Tesla C2050 and Tesla M1060

I am trying to time kernel launch overheads on both Fermi-C2050 and M1060. This is the code I am using:

   for (int xv = 0; xv < 100000; xv++) {
cudaEventRecord(start, 0);
cudaEventRecord(stop, 0);
cudaEventElapsedTime(&x_time, start, stop);
time += x_time;	
time /= 100000;

printf(“Time is %0.10f\n”, 1000.0 *time);

And the timings I get are about 6.5us on both systems. Shouldn’t they be different, in that Fermi should be faster ? Am I doing anything wrong ??


since you launch an empty kernel with only 1 thread, you are measureing only part of the kernel launch overhead (which increases with the number of threads / blocks).

That time for example includes PCIe latencies and so on. I wouldnt necessarily expect the results to be different between a C2050, and a M1060.



I am trying to measure the improvements made on the Fermi architecture. They published on their website, that there was reduced kernel launch overhead and improved context switching (10 to 20 times faster). I am trying to verify that? Any ideas on how to that using timing operations ?

Thank you,

My vague recollection from when I was using a C1060 equivalent (the 8800 GTX) was that kernel launch times used to be tens of microseconds. The speed you are getting for the Fermi device seems to be fairly typical, so the real mystery is why your C1060 seems to be so fast.

If you are curious to understand the difference, I would try benchmarking your empty kernel with a launch configuration like <<<256, 256>>>. It might be in the more realistic scenario, the C1060 launch time grows faster.
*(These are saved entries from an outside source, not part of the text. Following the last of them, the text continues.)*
#!/usr/bin/python3
"""Writes the astropy fixture for rising, setting and twilight at the edges (edges-fixture.json).

Run by hand (not in CI), with Debian's python3-astropy and no network (about ten minutes):
    /usr/bin/python3 tests/reference/sky/generate-edges-fixture.py > tests/reference/sky/edges-fixture.json

Every night of 2025 (local noon to local noon) at four places, latitudes 50°, 60°, 70° and 78° N.
2025 is near a major lunar standstill (the Moon reaches declination ±28.7°), so the Moon skims the
horizon at high latitudes more often than in most years.

Altitudes come from astropy's built-in ephemeris (ERFA epv00 for the Earth and Sun, plan94 for the
planets, astropy's own Meeus ch. 47 Moon), geocentric places turned into topocentric geometric
altitudes (AltAz with pressure 0: no refraction) by astropy's frame machinery. They are computed
every 30 minutes and interpolated (four-point Lagrange, error under 0.001° for these latitudes) to a
one-minute grid, on which crossings are placed by linear interpolation and extremes by a parabola.

The altitudes crossed are the standard ones (Meeus ch. 15): −0°34′ for a planet's centre, −0°50′ for
the Sun's (upper limb), −6°, −12°, −18° for the twilights; for the Moon the topocentric centre at
−0°34′ − s, with s = 0.2725 π its semidiameter (π its horizontal parallax), which is Meeus's
geocentric h0 = 0.7275 π − 0°34′ seen from the surface.

UT1 − UTC: astropy's bundled IERS-B table ends in December 2022; beyond it astropy takes UT1 = UTC
(the same assumption the sky code makes; they differ by under 0.9 s, about 0.004° of hour angle).

A night's body and altitude are written out when an extreme of the altitude lies within 0.5° of that
altitude (every such night), and every 30th night whatever happens, so the file stays small.
"""
import json
import sys
import warnings
from datetime import datetime, timedelta, timezone
from zoneinfo import ZoneInfo

from astropy.utils import iers

iers.conf.auto_download = False
iers.conf.auto_max_age = None
iers.conf.iers_degraded_accuracy = "ignore"

import astropy  # noqa: E402
import astropy.units as u  # noqa: E402
import numpy as np  # noqa: E402
from astropy.coordinates import AltAz, EarthLocation, get_body, solar_system_ephemeris  # noqa: E402
from astropy.time import Time  # noqa: E402

YEAR = 2025
PLACES = [
    {"latitude": 50.0, "longitude": 14.4, "time_zone": "Europe/Prague"},
    {"latitude": 60.0, "longitude": 10.75, "time_zone": "Europe/Oslo"},
    {"latitude": 70.0, "longitude": 23.7, "time_zone": "Europe/Oslo"},
    {"latitude": 78.0, "longitude": 15.6, "time_zone": "Arctic/Longyearbyen"},
]
PLANETS = ["mercury", "venus", "mars", "jupiter", "saturn", "uranus", "neptune"]
SUN_ALTITUDES = {"sunset": -0.8333, "civil": -6.0, "nautical": -12.0, "astronomical": -18.0}
PLANET_ALTITUDE = -0.5667
NEAR_DEG = 0.5
EVERY_NTH_NIGHT = 30
COARSE_MIN = 30
PAD_MIN = 10  # samples taken this far past each end of the night, so an extreme at an end is seen
EARTH_RADIUS_KM = 6378.14  # Meeus ch. 47, the radius his parallax uses

EPOCH = datetime(YEAR, 1, 1, tzinfo=timezone.utc)
START = EPOCH - timedelta(days=1)
END = EPOCH + timedelta(days=368)
NIGHTS = 366 if YEAR % 4 == 0 else 365


def minutes(dt):
    return (dt - EPOCH).total_seconds() / 60.0


def fine_grid(coarse_t, coarse_y, fine_t):
    """Four-point Lagrange interpolation of an evenly spaced series."""
    h = coarse_t[1] - coarse_t[0]
    i = np.clip(np.floor((fine_t - coarse_t[0]) / h).astype(int), 1, len(coarse_t) - 3)
    s = (fine_t - coarse_t[i]) / h
    y0, y1, y2, y3 = coarse_y[i - 1], coarse_y[i], coarse_y[i + 1], coarse_y[i + 2]
    return (
        -s * (s - 1) * (s - 2) / 6 * y0
        + (s + 1) * (s - 1) * (s - 2) / 2 * y1
        - (s + 1) * s * (s - 2) / 2 * y2
        + (s + 1) * s * (s - 1) / 6 * y3
    )


def night_events(t, f, lo, hi, pad):
    """Crossings of zero and extremes inside [lo, hi), from one-minute samples (padded so an extreme at an end is seen)."""
    a = np.searchsorted(t, lo - pad)
    b = np.searchsorted(t, hi + pad)
    tt, ff = t[a:b], f[a:b]
    crossings = []
    above = ff > 0
    for j in np.nonzero(above[1:] != above[:-1])[0]:
        tc = tt[j] + (tt[j + 1] - tt[j]) * ff[j] / (ff[j] - ff[j + 1])
        if lo <= tc < hi:
            crossings.append([round(float(tc), 2), "r" if ff[j + 1] > ff[j] else "s"])
    extremes = []
    d = np.diff(ff)
    for j in np.nonzero(d[:-1] * d[1:] < 0)[0] + 1:
        y0, y1, y2 = ff[j - 1], ff[j], ff[j + 1]
        den = y0 - 2 * y1 + y2
        x = 0.5 * (y0 - y2) / den if den != 0 else 0.0
        te = tt[j] + x * (tt[1] - tt[0])
        ye = y1 - 0.25 * (y0 - y2) * x
        if lo <= te < hi:
            extremes.append([round(float(te), 2), "h" if den < 0 else "l", round(float(ye), 4)])
    return crossings, extremes


def main():
    solar_system_ephemeris.set("builtin")
    coarse = np.arange(minutes(START), minutes(END), COARSE_MIN, dtype=float)
    fine = np.arange(coarse[2], coarse[-3], 1.0)
    times = Time(EPOCH) + coarse * u.min
    bodies = {}
    with warnings.catch_warnings():
        # Past the IERS table astropy warns and takes UT1 = UTC and mean polar motion (arcseconds).
        warnings.simplefilter("ignore")
        for body in ["sun", "moon"] + PLANETS:
            bodies[body] = get_body(body, times)
            print(f"positions: {body}", file=sys.stderr)
        cases = []
        for p_index, place in enumerate(PLACES):
            location = EarthLocation.from_geodetic(place["longitude"] * u.deg, place["latitude"] * u.deg, 0 * u.m)
            frame = AltAz(obstime=times, location=location, pressure=0)
            series = {}
            for body, gcrs in bodies.items():
                alt = gcrs.transform_to(frame).alt.deg
                fine_alt = fine_grid(coarse, alt, fine)
                if body == "sun":
                    for key, h0 in SUN_ALTITUDES.items():
                        series[key] = fine_alt - h0
                elif body == "moon":
                    parallax = np.degrees(np.arcsin(EARTH_RADIUS_KM / gcrs.distance.to(u.km).value))
                    series["moon"] = fine_alt - fine_grid(coarse, PLANET_ALTITUDE - 0.2725 * parallax, fine)
                else:
                    series[body] = fine_alt - PLANET_ALTITUDE
                print(f"altitudes: {place['latitude']} {body}", file=sys.stderr)
            zone = ZoneInfo(place["time_zone"])
            day = datetime(YEAR, 1, 1)
            for n in range(NIGHTS):
                date = day + timedelta(days=n)
                lo = minutes(datetime(date.year, date.month, date.day, 12, tzinfo=zone).astimezone(timezone.utc))
                nxt = date + timedelta(days=1)
                hi = minutes(datetime(nxt.year, nxt.month, nxt.day, 12, tzinfo=zone).astimezone(timezone.utc))
                for key, f in series.items():
                    crossings, extremes = night_events(fine, f, lo, hi, PAD_MIN)
                    near = any(abs(e[2]) <= NEAR_DEG for e in extremes)
                    if near or n % EVERY_NTH_NIGHT == 0:
                        cases.append([p_index, date.strftime("%m-%d"), key, crossings, extremes])
    out = {
        "astropy_version": astropy.__version__,
        "ephemeris": "builtin (ERFA epv00 + plan94; Meeus ch. 47 Moon)",
        "year": YEAR,
        "minutes_from": EPOCH.isoformat(),
        "altitudes_deg": {**SUN_ALTITUDES, "planet": PLANET_ALTITUDE, "moon": "-0.5667 - 0.2725 * parallax (topocentric)"},
        "near_deg": NEAR_DEG,
        "every_nth_night": EVERY_NTH_NIGHT,
        "pad_minutes": PAD_MIN,
        "places": PLACES,
        "case_fields": ["place", "MM-DD (the evening)", "body or altitude", "crossings [minute, r|s]", "extremes [minute, h|l, altitude minus threshold deg]"],
        "cases": cases,
    }
    sys.stdout.write("{\n")
    for k, v in out.items():
        if k != "cases":
            sys.stdout.write(f" {json.dumps(k)}: {json.dumps(v)},\n")
    sys.stdout.write(' "cases": [\n')
    sys.stdout.write(",\n".join("  " + json.dumps(c, separators=(",", ":")) for c in cases))
    sys.stdout.write("\n ]\n}\n")


if __name__ == "__main__":
    main()
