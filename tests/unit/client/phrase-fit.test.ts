import { describe, expect, it } from 'vitest';
import { fitPhrase } from '../../../src/features/pages/components/phrase-fit.ts';

const read = (f: ReturnType<typeof fitPhrase>) => `${f.preview.before}[${f.preview.statement}]${f.preview.after}`;

describe('fitting a statement in place of a hand-typed number', () => {
  it('a distance phrase keeps the sentence whole', () => {
    const f = fitPhrase(
      { before: 'Seen from here it lies ', text: '2.4 billion light years', after: ' away, and …' },
      'about 2.4 billion light-years',
    );
    expect(read(f)).toBe('Seen from here it lies [about 2.4 billion light-years] away, and …');
    expect(f).toMatchObject({ absorbBefore: 0, keepAfter: 0 });
  });

  it('the writer’s own "about" gives way to the phrase’s', () => {
    const f = fitPhrase(
      { before: 'it is about ', text: '5 billion light-years', after: ' away.' },
      'about 5.9 billion light-years',
    );
    expect(read(f)).toBe('it is [about 5.9 billion light-years] away.');
    expect(f.absorbBefore).toBe('about '.length);
    const fr = fitPhrase(
      { before: 'elle se trouve à environ ', text: '2 millions d’années-lumière', after: '.' },
      'environ 2,5 millions d’années-lumière',
    );
    expect(read(fr)).toBe('elle se trouve à [environ 2,5 millions d’années-lumière].');
  });

  it('"ago" typed with the number stays when the time phrase ends without it', () => {
    const f = fitPhrase(
      { before: 'Its light set out ', text: '2.5 million years ago', after: ', long before …' },
      'about 2.5 million years',
    );
    expect(read(f)).toBe('Its light set out [about 2.5 million years] ago, long before …');
    expect(f.keepAfter).toBe(' ago'.length);
  });

  it('a whole sentence is shown as it would land, so the writer sees it does not fit', () => {
    const f = fitPhrase(
      { before: 'it lies ', text: '2.4 billion light years', after: ' away.' },
      'The Andromeda Galaxy is about 2.5 million light-years away.',
    );
    expect(read(f)).toBe('it lies [The Andromeda Galaxy is about 2.5 million light-years away.] away.');
  });
});
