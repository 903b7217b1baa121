#!/usr/bin/python3
"""Writes the astropy reference fixture for the sky-tonight planet positions.

Run by hand (not in CI), with Debian's python3-astropy and no network:
    /usr/bin/python3 tests/reference/sky/generate-astropy-fixture.py > tests/reference/sky/astropy-fixture.json

Positions come from astropy's built-in ephemeris (ERFA epv00 for the Earth, plan94 for the
planets), apparent geocentric places (light time, aberration, deflection) rotated from GCRS to the
true equator and equinox of date with ERFA's IAU 2006/2000A bias-precession-nutation matrix
(what astropy's TETE frame does for a geocentric observer), which is what Meeus's "apparent right
ascension and declination" are. Times are given in TT, so no IERS table is needed.
"""
import json
import sys
import warnings

from astropy.utils import iers

# No downloads: the bundled IERS-B table is enough, and nothing here needs UT1.
iers.conf.auto_download = False
iers.conf.auto_max_age = None

import astropy  # noqa: E402
import astropy.units as u  # noqa: E402
import erfa  # noqa: E402
import numpy as np  # noqa: E402
from astropy.coordinates import get_body, solar_system_ephemeris  # noqa: E402
from astropy.time import Time  # noqa: E402

PLANETS = ["mercury", "venus", "mars", "jupiter", "saturn", "uranus", "neptune"]
# 0h TT on dates spread over 1990-2040, including Meeus's Example 33.a date.
DATES = [
    ("1992-12-20", 2448976.5),
    ("2000-01-01", 2451544.5),
    ("2012-06-06", 2456084.5),
    ("2021-11-03", 2459521.5),
    ("2026-03-14", 2461113.5),
    ("2033-09-21", 2463861.5),
    ("2040-01-15", 2466168.5),
]


def true_of_date(gcrs, jde):
    """GCRS direction rotated to the true equator and equinox of date; degrees."""
    rbpn = erfa.pnm06a(jde, 0.0)
    x, y, z = rbpn @ gcrs.cartesian.xyz.value
    ra = np.degrees(np.arctan2(y, x)) % 360.0
    dec = np.degrees(np.arctan2(z, np.hypot(x, y)))
    return float(ra), float(dec)


def main():
    solar_system_ephemeris.set("builtin")
    cases = []
    with warnings.catch_warnings():
        warnings.simplefilter("error")  # any IERS or download warning stops the run
        # ERFA calls years past its leap-second table "dubious" when astropy passes an approximate
        # UT to the TDB - TT periodic terms; that changes TDB by microseconds, far below our tolerance.
        warnings.filterwarnings("ignore", message='ERFA function "taiutc" yielded 1 of "dubious year')
        warnings.filterwarnings("ignore", message='ERFA function "utctai" yielded 1 of "dubious year')
        for label, jde in DATES:
            t = Time(jde, format="jd", scale="tt")
            for body in PLANETS + ["sun"]:
                gcrs = get_body(body, t)
                ra, dec = true_of_date(gcrs, jde)
                cases.append({
                    "body": body,
                    "date": label,
                    "jde": jde,
                    "ra_deg": ra,
                    "dec_deg": dec,
                    "distance_au": float(gcrs.distance.to(u.au).value),
                })
    json.dump({
        "astropy_version": astropy.__version__,
        "ephemeris": "builtin (ERFA epv00 + plan94)",
        "frame": "apparent geocentric, true equator and equinox of date (GCRS rotated by ERFA pnm06a)",
        "cases": cases,
    }, sys.stdout, indent=1)
    sys.stdout.write("\n")


if __name__ == "__main__":
    main()
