import { readdirSync, readFileSync, statSync } from 'node:fs';
import path from 'node:path';
import { describe, expect, it } from 'vitest';
import { describeRendition, RENDITION_LABELS, RENDITION_NAMES } from '../../../shared/media/renditions.ts';
import { SCREEN_HEALTH, SCREEN_HEALTH_LABELS } from '../../../shared/schemas/kiosk.ts';
import { formatCalendarDate, formatDateTime, formatTimeIn } from '../../../src/lib/format-date.ts';

function sourceFiles(dir: string): string[] {
  return readdirSync(dir).flatMap((name) => {
    const full = path.join(dir, name);
    if (statSync(full).isDirectory()) return sourceFiles(full);
    return /\.(ts|tsx)$/.test(name) ? [full] : [];
  });
}
// The staff client (the kiosk player formats for its screen's language on its own).
const client = sourceFiles('src').filter((f) => !f.startsWith(path.join('src', 'kiosk')));

describe('renditions in words', () => {
  it('a 4K rendition made from a 2000 px original says it is smaller than 4K and that the screen will scale it', () => {
    // 2000 × 1125 original, cover-cropped to 16:9 and never enlarged (shared/media/renditions.ts).
    const small = describeRendition('kiosk-4k', 2000, 1125);
    expect(small.label).toBe('4K kiosk screen');
    expect(small.warning).toMatch(/^Smaller than 4K \(3840 × 2160\): .*never enlarged.*the screen will scale it up/);
    expect(describeRendition('kiosk-4k', 3840, 2160).warning).toBeNull();
    expect(describeRendition('kiosk-hd', 1920, 1080).warning).toBeNull();
    expect(describeRendition('kiosk-hd', 1600, 900).warning).toMatch(/^Smaller than HD/);
    // "inside" renditions are smaller than their box by design: no warning.
    expect(describeRendition('page', 1200, 675).warning).toBeNull();
  });

  it('every rendition and screen state has words; no code is its own label', () => {
    for (const n of RENDITION_NAMES) expect(RENDITION_LABELS[n]).not.toBe(n);
    for (const h of SCREEN_HEALTH) expect(SCREEN_HEALTH_LABELS[h]).not.toMatch(/[-_]/);
  });

  it('no screen renders a kind, status, health or action code straight into the page', () => {
    const raw = /(>|·)\s*\{[\w.?]+\.(status|kind|health|action|state|relation|renditionsStatus)\}/;
    const offenders = client.filter((f) => raw.test(readFileSync(f, 'utf8')));
    expect(offenders).toEqual([]);
  });
});

describe('one date format per locale', () => {
  it('a calendar date reads as the date part of a date and time', () => {
    // Noon UTC is the same calendar day in every time zone within ±11 h of UTC.
    expect(formatDateTime('2026-12-03T12:00:00Z').startsWith(formatCalendarDate('2026-12-03'))).toBe(true);
    expect(formatCalendarDate('2026-12-03')).toBe(
      new Intl.DateTimeFormat(undefined, { dateStyle: 'medium', timeZone: 'UTC' }).format(new Date('2026-12-03T12:00:00Z')),
    );
    expect(formatTimeIn('2026-12-03T17:20:00Z', 'Europe/London')).toBe(
      new Intl.DateTimeFormat(undefined, { timeStyle: 'short', timeZone: 'Europe/London' }).format(
        new Date('2026-12-03T17:20:00Z'),
      ),
    );
  });

  it('no screen formats a date itself: every one goes through src/lib/format-date.ts', () => {
    const own =
      /toLocale(Date|Time)?String\(\s*(undefined|'|")|toLocaleDateString|toLocaleTimeString|new Intl\.DateTimeFormat\((?!\)\.resolvedOptions)/;
    const offenders = client.filter((f) => !f.endsWith(path.join('lib', 'format-date.ts')) && own.test(readFileSync(f, 'utf8')));
    expect(offenders).toEqual([]);
    // ISO strings are for the API and storage, never for reading.
    const shown = client.filter((f) => /\{[^}]*toISOString\(\)[^}]*\}\s*</.test(readFileSync(f, 'utf8')));
    expect(shown).toEqual([]);
  });
});
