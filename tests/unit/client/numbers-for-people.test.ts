import { describe, expect, it } from 'vitest';
import { formatMeasurement, formatNumber } from '../../../src/features/catalogue/components/format.ts';

describe('numbers for people', () => {
  it('writes powers of ten, never "e-6"', () => {
    expect(formatNumber(7e-6)).toBe('7 × 10⁻⁶');
    expect(formatNumber(-2.5e9)).toBe('−2.5 × 10⁹');
    expect(formatNumber(0.536)).toBe('0.536');
  });

  it('a redshift with a tiny uncertainty reads "± 7 × 10⁻⁶"', () => {
    const text = formatMeasurement({
      quantity: 'redshift',
      value: 0.00428,
      enteredValue: 0.00428,
      enteredUnit: '',
      uncertainty: 7e-6,
      uncertaintyMinus: null,
      uncertaintyPlus: null,
    });
    expect(text).toBe('0.00428 ± 7 × 10⁻⁶');
    expect(text).not.toMatch(/e[−-]/);
  });
});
The C1060 was a GT200 based design, so performance should be analogous to the GTX 280. But leaving that aside, even if Fermi turns out to be a lot faster than a GT200 with respect to kernel launch latency, there are so many host operating system and hardware characteristics that could easily mask performance differences between the cards. Your 6.5us number could easily be mostly due to operating system signal/interrupt, driver and PCI express bus latency not to any characteristic of the card itself. Reducing the latency performance of something that is not close to the latency bottleneck of the total system won’t have much effect on the overall latency you measure.

Thank you all,

I have increased the loop size to 1000000, and modified the kernel launch to have 512 threads;


Re timed the code, and this time reassessed with Geforce 8400GS too.

C2050 -> 5.7us
M1060 -> 7.9us
8400GS -> 84.7us

Oops, right. I confused the C1060 with the C870.